Round 3 lasted 1 hour and 20 minutes. At the end, the interviewer asked if I had any questions. I asked about Cruise's latest progress in BEV perception, and he mentioned some work on temporal BEV and occupancy networks, which sounded very cutting-edge.
Key Questions Summary
CV Basics:
1. FPN feature fusion methods and their pros/cons?
2. Applications of Attention mechanism in CV?
3D Detection:
3. Differences between PointPillars and VoxelNet? Why is PointPillars faster?
4. Advantages of CenterPoint's anchor-free design?
5. 3D detection accuracy and main failure cases?
6. Methods for handling class imbalance?
Multi-Sensor Fusion:
7. Levels and characteristics of multi-sensor fusion?
8. Specific implementation of feature-level fusion?
9. Solutions for inaccurate LSS depth estimation?
10. Time synchronization between LiDAR and Camera?
11. Methods and limitations of pure Camera 3D detection?
12. Differences between DETR3D and BEVFormer?
BEV Perception:
13. Improvement of fusion detection over pure LiDAR detection?
14. Computational overhead from fusion and optimization methods?
15. Temporal fusion methods for BEV perception?
16. Challenges of BEV perception in production?
17. Vision-only vs LiDAR debate?
Tips and Advice
1. Build a solid 3D detection foundation: You must be able to explain the principles and code implementation of classic methods like PointPillars and CenterPoint. Interviewers will ask for details, including loss design, post-processing, and data augmentation.
2. Multi-sensor fusion is key: Cruise's perception position heavily values fusion capability. Methods like LSS, BEVFormer, and DETR3D must be thoroughly understood, especially the details of depth estimation and feature projection.

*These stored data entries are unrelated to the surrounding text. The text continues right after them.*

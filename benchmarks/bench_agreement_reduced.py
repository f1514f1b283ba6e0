"""Coverage of alpha's interval in the reduced form of large panels: 100 simulated panels.

Large panels (more than 80,000 judgments) get alpha's parametric-bootstrap interval from
fewer simulated panels (``calibrate.agreement.icc.simulated_panel_count``: 100 at 400,000
judgments). This scores that interval where it applies, on large panels: each replicate
draws a new panel of ``--raters`` raters who all read the same ``--cases`` files
(case variance 1, rater variance 0.2, residual 0.5, normal), and asks whether the 95%
percentile interval from ``--draws`` simulated panels holds the population value
sigma2_c / (sigma2_c + sigma2_r + sigma2_e) of interval alpha (= ICC(A,1)). The normal
interval from the same draws' spread is scored beside it. A coverage figure passes when
its 99.9% Clopper-Pearson interval overlaps the 93-97% band.

    PYTHONPATH=. python benchmarks/bench_agreement_reduced.py [--replicates 300] [--raters 400]
        [--cases 200] [--draws 100]
"""

from __future__ import annotations

import argparse
import time

import numpy as np
import pandas as pd
from scipy import stats

from calibrate.agreement.icc import _percentile_interval, alpha_parametric_draws, krippendorff_alpha
from calibrate.agreement.offsets import check_first, crossed_layout, fit_additive
from calibrate.agreement.readers import henderson_components

CASE_VAR, RATER_VAR, RESIDUAL_VAR = 1.0, 0.2, 0.5


def clopper_pearson(k, n, level=0.999):
    a = (1 - level) / 2
    lo = stats.beta.ppf(a, k, n - k + 1) if k > 0 else 0.0
    hi = stats.beta.ppf(1 - a, k + 1, n - k) if k < n else 1.0
    return lo, hi


def main() -> None:
    parser = argparse.ArgumentParser()
    parser.add_argument("--replicates", type=int, default=300)
    parser.add_argument("--raters", type=int, default=400)
    parser.add_argument("--cases", type=int, default=200)
    parser.add_argument("--draws", type=int, default=100)
    parser.add_argument("--seed", type=int, default=20261203)
    args = parser.parse_args()
    rng = np.random.default_rng(args.seed)
    truth = CASE_VAR / (CASE_VAR + RATER_VAR + RESIDUAL_VAR)
    R, C = args.raters, args.cases
    ri = np.tile(np.arange(R), C)
    ci = np.repeat(np.arange(C), R)
    names = np.array([f"r{i:04d}" for i in range(R)])
    cases = np.array([f"c{i:04d}" for i in range(C)])
    hits = np.zeros(2)
    start = time.perf_counter()
    for _ in range(args.replicates):
        y = (rng.normal(0, np.sqrt(CASE_VAR), C)[ci] + rng.normal(0, np.sqrt(RATER_VAR), R)[ri]
             + rng.normal(0, np.sqrt(RESIDUAL_VAR), ri.size))
        first = pd.DataFrame({"rater": names[ri], "case": cases[ci], "judgment": y})
        layout = crossed_layout(check_first(first))
        estimate = krippendorff_alpha(layout.case_index, layout.y, level="interval").estimate
        comps = henderson_components(fit_additive(layout))
        draws = alpha_parametric_draws(layout, comps, "interval", None, args.draws, rng)
        low, high = (float(v[0]) for v in _percentile_interval(draws[:, None], 0.95))
        half = 1.959963984540054 * float(np.std(draws, ddof=1))
        hits += [low <= truth <= high, estimate - half <= truth <= estimate + half]
    n = args.replicates
    print(f"{R} raters x {C} files, {args.draws} simulated panels, {n} replicates "
          f"({time.perf_counter() - start:.0f} s), truth {truth:.4f}")
    for name, h in zip(("percentile", "normal (draws' SD)"), hits):
        lo, hi = clopper_pearson(int(h), n)
        verdict = "pass" if hi >= 0.93 and lo <= 0.97 else "FAIL"
        print(f"  {name:<20} {h / n:6.3f} ({lo:.3f}-{hi:.3f}) {verdict}")


if __name__ == "__main__":
    main()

3. BEV perception is a bonus: If you can clearly explain BEV perception principles, temporal fusion, and production challenges, interviewers will be very interested.

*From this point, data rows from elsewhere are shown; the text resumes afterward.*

"""Capture each rater's policy: the regression of their judgments on the cues.

One call, :func:`fit_policies`, fits every rater of one phase. Nothing loops over
raters with a model library: one pass over the long table builds every rater's
centred sums of squares and cross-products, and all raters are solved in one
batched call (:mod:`calibrate.linalg`). The bootstrap treats a resample as a
vector of counts over cases; raters who saw the same cases share it, so they
share the resampled cue cross-products and only their judgments differ.

Per rater it reports the policy (intercept, raw weights with SE, 95% CI and
p-value, standardized weights, cue utilization and structure coefficients),
consistency R_s = sqrt(R^2) with a bias-corrected (BCa) bootstrap interval,
adjusted R^2, the exact leave-one-out cross-validated r, relative importance
per cue (:mod:`calibrate.importance`) with BCa intervals for the shares,
diagnostics (:mod:`calibrate.diagnostics`) and, for binary decisions, a logistic
fit that gives the weights in odds terms and Tjur's R^2.

Flags (fixed identifiers):

``not_fitted``
    No policy could be fitted (fewer usable cases than weights + 2, constant
    judgments, or cues perfectly collinear in this rater's cases).
``few_cases``
    Fewer than 10 cases per estimated weight (rule of thumb; see diagnostics).
``collinear_cues``
    Some cue's GVIF^(1/df) above 10 or condition number above 30.
``curvature``
    RESET p-value, Holm-adjusted across the raters of the phase, below ``alpha``.
``inconsistent``
    The upper end of the rater's interval for R_s is below ``inconsistent_below``
    (default 0.70), or, in a panel of at least five fitted raters, below the
    median of the other raters' lower ends: the rater's interval lies wholly
    under that of a typical panel member. The bound 0.70 is our own choice, set under the mean
    R_s of about .80 reported across 249 judgment tasks by Karelaia & Hogarth
    (2008) (figure from memory).
``separation``
    Binary decisions that the cues predict perfectly: logistic weights are
    infinite and not reported.

References
----------
.. [1] Efron, B. (1987). Better bootstrap confidence intervals. JASA, 82,
       171-185 (BCa interval).
.. [2] Tjur, T. (2009). Coefficients of determination in logistic regression
       models. The American Statistician, 63, 366-372.
"""

from __future__ import annotations

from dataclasses import dataclass, field
from typing import Any

import numpy as np
import pandas as pd
from scipy import special
from scipy import stats as sps

from . import diagnostics as dg
from ._results import ResultMixin, jsonable
from .cues import CueDesign
from .errors import CalibrateError, DataError, DataProblem
from .importance import (
    MAX_DOMINANCE_CUES,
    cue_importance,
    importance_shares,
    r2_from_correlations,
    relative_weights,
)
from .linalg import GroupedSSCP, grouped_sscp, ols_from_sscp

POLICIES_SCHEMA = "calibrate.policies/1"
SCALES = ("continuous", "ordinal", "binary")
N_LOOK_AGAIN = 5
#: Bound the float count of one bootstrap chunk (resamples x raters x subsets).
_CHUNK_ELEMENTS = 16_000_000


# --------------------------------------------------------------------------- results


@dataclass(frozen=True)
class LogisticPolicy(ResultMixin):
    """Logistic fit of a binary decision: weights in log-odds, odds ratios, Tjur's R^2."""

    intercept: float
    weights: dict[str, float]
    se: dict[str, float]
    odds_ratios: dict[str, float]
    p_value: dict[str, float]
    tjur_r2: float
    converged: bool
    separation: bool


@dataclass(frozen=True)
class CaseToReview(ResultMixin):
    """A case far from the rater's own policy."""

    case: str
    judgment: float
    predicted: float           # the rater's policy, fitted on all their cases
    predicted_without: float   # the policy fitted without this case
    residual: float
    studentized: float


@dataclass(frozen=True)
class RaterPolicy(ResultMixin):
    """One rater's captured policy for one phase.

    ``weights``-like mappings are keyed by design column (a categorical cue's
    dummies are ``cue=level``); ``importance``-like mappings by cue.
    """

    rater: str
    n_cases: int
    intercept: float
    intercept_se: float
    weights: dict[str, float]
    se: dict[str, float]
    ci_low: dict[str, float]
    ci_high: dict[str, float]
    p_value: dict[str, float]
    std_weights: dict[str, float]
    utilization: dict[str, float]
    structure: dict[str, float]
    r: float
    r_ci: tuple[float, float]
    r2: float
    r2_adj: float
    r_cv: float
    importance: dict[str, float]
    importance_r2: dict[str, float]
    importance_ci: dict[str, tuple[float, float]]
    importance_method: str
    relative_weights_r2: dict[str, float]
    cases_per_weight: float
    vif: dict[str, float]
    gvif: dict[str, float]
    condition_number: float
    reset: dict[str, float]
    look_again: tuple[CaseToReview, ...]
    logistic: LogisticPolicy | None
    flags: tuple[str, ...]
    warnings: tuple[str, ...]

    def policy_dict(self) -> dict:
        """The ``raters[].policy`` block of results.json (DESIGN.md keys first)."""
        pair = lambda lo, hi: [lo, hi]  # noqa: E731 - JSON wants lists for intervals
        block = {
            "intercept": self.intercept,
            "weights": self.weights,
            "std_weights": self.std_weights,
            "importance": self.importance,
            "importance_r2": self.importance_r2,
            "r": self.r,
            "r_ci": list(self.r_ci),
            "r2_adj": self.r2_adj,
            "r_cv": self.r_cv,
            "r2": self.r2,
            "n_cases": self.n_cases,
            "intercept_se": self.intercept_se,
            "se": self.se,
            "ci": {c: pair(self.ci_low[c], self.ci_high[c]) for c in self.weights},
            "p_value": self.p_value,
            "utilization": self.utilization,
            "structure": self.structure,
            "importance_ci": {c: list(v) for c, v in self.importance_ci.items()},
            "importance_method": self.importance_method,
            "relative_weights_r2": self.relative_weights_r2,
            "cases_per_weight": self.cases_per_weight,
            "vif": self.vif,
            "gvif": self.gvif,
            "condition_number": self.condition_number,
            "reset": self.reset,
            "look_again": [c.to_dict() for c in self.look_again],
            "logistic": None if self.logistic is None else self.logistic.to_dict(),
        }
        return jsonable(block)

    def to_dict(self) -> dict:
        return {
            "rater": self.rater,
            "n_cases": self.n_cases,
            "policy": self.policy_dict(),
            "flags": list(self.flags),
            "warnings": list(self.warnings),
        }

4. Project experience needs data support: Interviewers will ask for specific accuracy numbers, improvement margins, and computational overhead. You can't just say "there was improvement" — you need quantified results.
5. Understand industry trends: The vision-only vs LiDAR debate, Occupancy Networks, end-to-end perception, and other frontier directions — have your own thoughts and judgments.

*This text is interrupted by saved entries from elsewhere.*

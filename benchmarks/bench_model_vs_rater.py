"""How often the model-versus-rater verdict names a winner when there is none, and its power.

Each simulated rater judges their own cases (three independent standard-normal cues):
judgment = X b_s + e, criterion = X b_e + u, with corr(e, u) set so that, in the
population, corr(judgment, criterion) equals corr(X b_s, criterion) = 0.70 exactly (the
rater's unmodelled knowledge C makes up precisely for their inconsistency). Under that
null a winner ("model_better" or "rater_better") is a false claim. A second setting
plants a model that is truly better (corr(e, u) = 0, r_a = 0.59 against 0.70).
All raters of a setting run through one batched ``lens_model`` call.

    PYTHONPATH=. python benchmarks/bench_model_vs_rater.py
"""

from __future__ import annotations

import time

import numpy as np
import pandas as pd
from scipy import stats

from calibrate.data.cues import CueRule, build_cue_design
from calibrate.lens.model import lens_model

B_E = np.array([0.5, 0.4, 0.3])          # var(X b_e) = 0.50, var(u) = 0.50
B_S = np.array([0.4, 0.4, 0.2])          # var(X b_s) = 0.36, var(e) = 0.36
SD_E, SD_U = 0.6, np.sqrt(0.5)


def _corr_e_u_for_equality() -> float:
    cov_sc = float(B_S @ B_E)
    validity = cov_sc / np.sqrt(B_S @ B_S)            # corr(X b_s, c), var(c) = 1
    needed = validity * np.sqrt(B_S @ B_S + SD_E**2) - cov_sc
    return needed / (SD_E * SD_U)


def simulate(rng, n_raters: int, n_cases: int, rho_eu: float):
    X = rng.standard_normal((n_raters * n_cases, 3))
    z1, z2 = rng.standard_normal((2, X.shape[0]))
    e = SD_E * z1
    u = SD_U * (rho_eu * z1 + np.sqrt(1 - rho_eu**2) * z2)
    ids = [f"k{i:06d}" for i in range(X.shape[0])]
    cases = pd.DataFrame(X, columns=["a", "b", "c"], index=pd.Index(ids, name="case"))
    design = build_cue_design(cases, [CueRule(c, "numeric") for c in cases.columns])
    first = pd.DataFrame({"rater": np.repeat([f"r{i:05d}" for i in range(n_raters)], n_cases),
                          "case": ids, "judgment": X @ B_S + e})
    criterion = pd.Series(X @ B_E + u, index=ids)
    return lens_model(design, first, criterion)


def main(n_raters: int = 2000, seed: int = 20260) -> None:
    rng = np.random.default_rng(seed)
    rho = _corr_e_u_for_equality()
    print(f"corr(e, u) for population equality: {rho:.3f}")
    for label, rho_eu in (("null (equal)", rho), ("model truly better", 0.0)):
        for n_cases in (25, 45, 100):
            t0 = time.perf_counter()
            result = simulate(rng, n_raters, n_cases, rho_eu)
            seconds = time.perf_counter() - t0
            verdicts = pd.Series([r.model_vs_rater.verdict for r in result.raters]).value_counts()
            winner = int(verdicts.get("model_better", 0) + verdicts.get("rater_better", 0))
            ci = stats.binomtest(winner, n_raters).proportion_ci(0.999, method="exact")
            shares = ", ".join(f"{k} {v / n_raters:.3f}" for k, v in verdicts.items())
            print(f"{label:20s} n={n_cases:3d}: winner named {winner / n_raters:.3f} "
                  f"(99.9% {ci.low:.3f}-{ci.high:.3f}); {shares}; {seconds:.1f}s")


if __name__ == "__main__":
    main()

6. Preparation time recommendation: 3 weeks: If you have about 2 years of perception experience, 3 weeks of focused preparation should be sufficient. Focus on reviewing 3D detection, multi-sensor fusion, and BEV perception.
FAQ
Q: How difficult is Cruise's perception interview?
A: Quite difficult, especially Rounds 2 and 3. Round 1 focuses on basics, Round 2 on fusion depth, and Round 3 on project experience and frontier thinking. Overall difficulty is above average among autonomous driving companies.
Q: Do I need to write code by hand?
A: They didn't ask me to write code by hand, but they asked about code implementation details, like how to implement PointPillars' VFE layer and how to write LSS's depth projection. I'd recommend going through the code of key modules.
Q: Will interviewers ask about paper details?
A: Yes, especially for papers mentioned on your resume. If you say you used a certain method, interviewers will follow up on the paper's core innovations and implementation details. Make sure you truly understand everything on your resume.
Q: What's the salary range?
A: The base salary for perception algorithm positions is roughly in the $140K-$200K range, depending on level and negotiation.
Q: How long do interview results take?
A: I received the Round 2 notification 4 days after Round 1, Round 3 notification 3 days after Round 2, and the offer a little over 1 week after Round 3.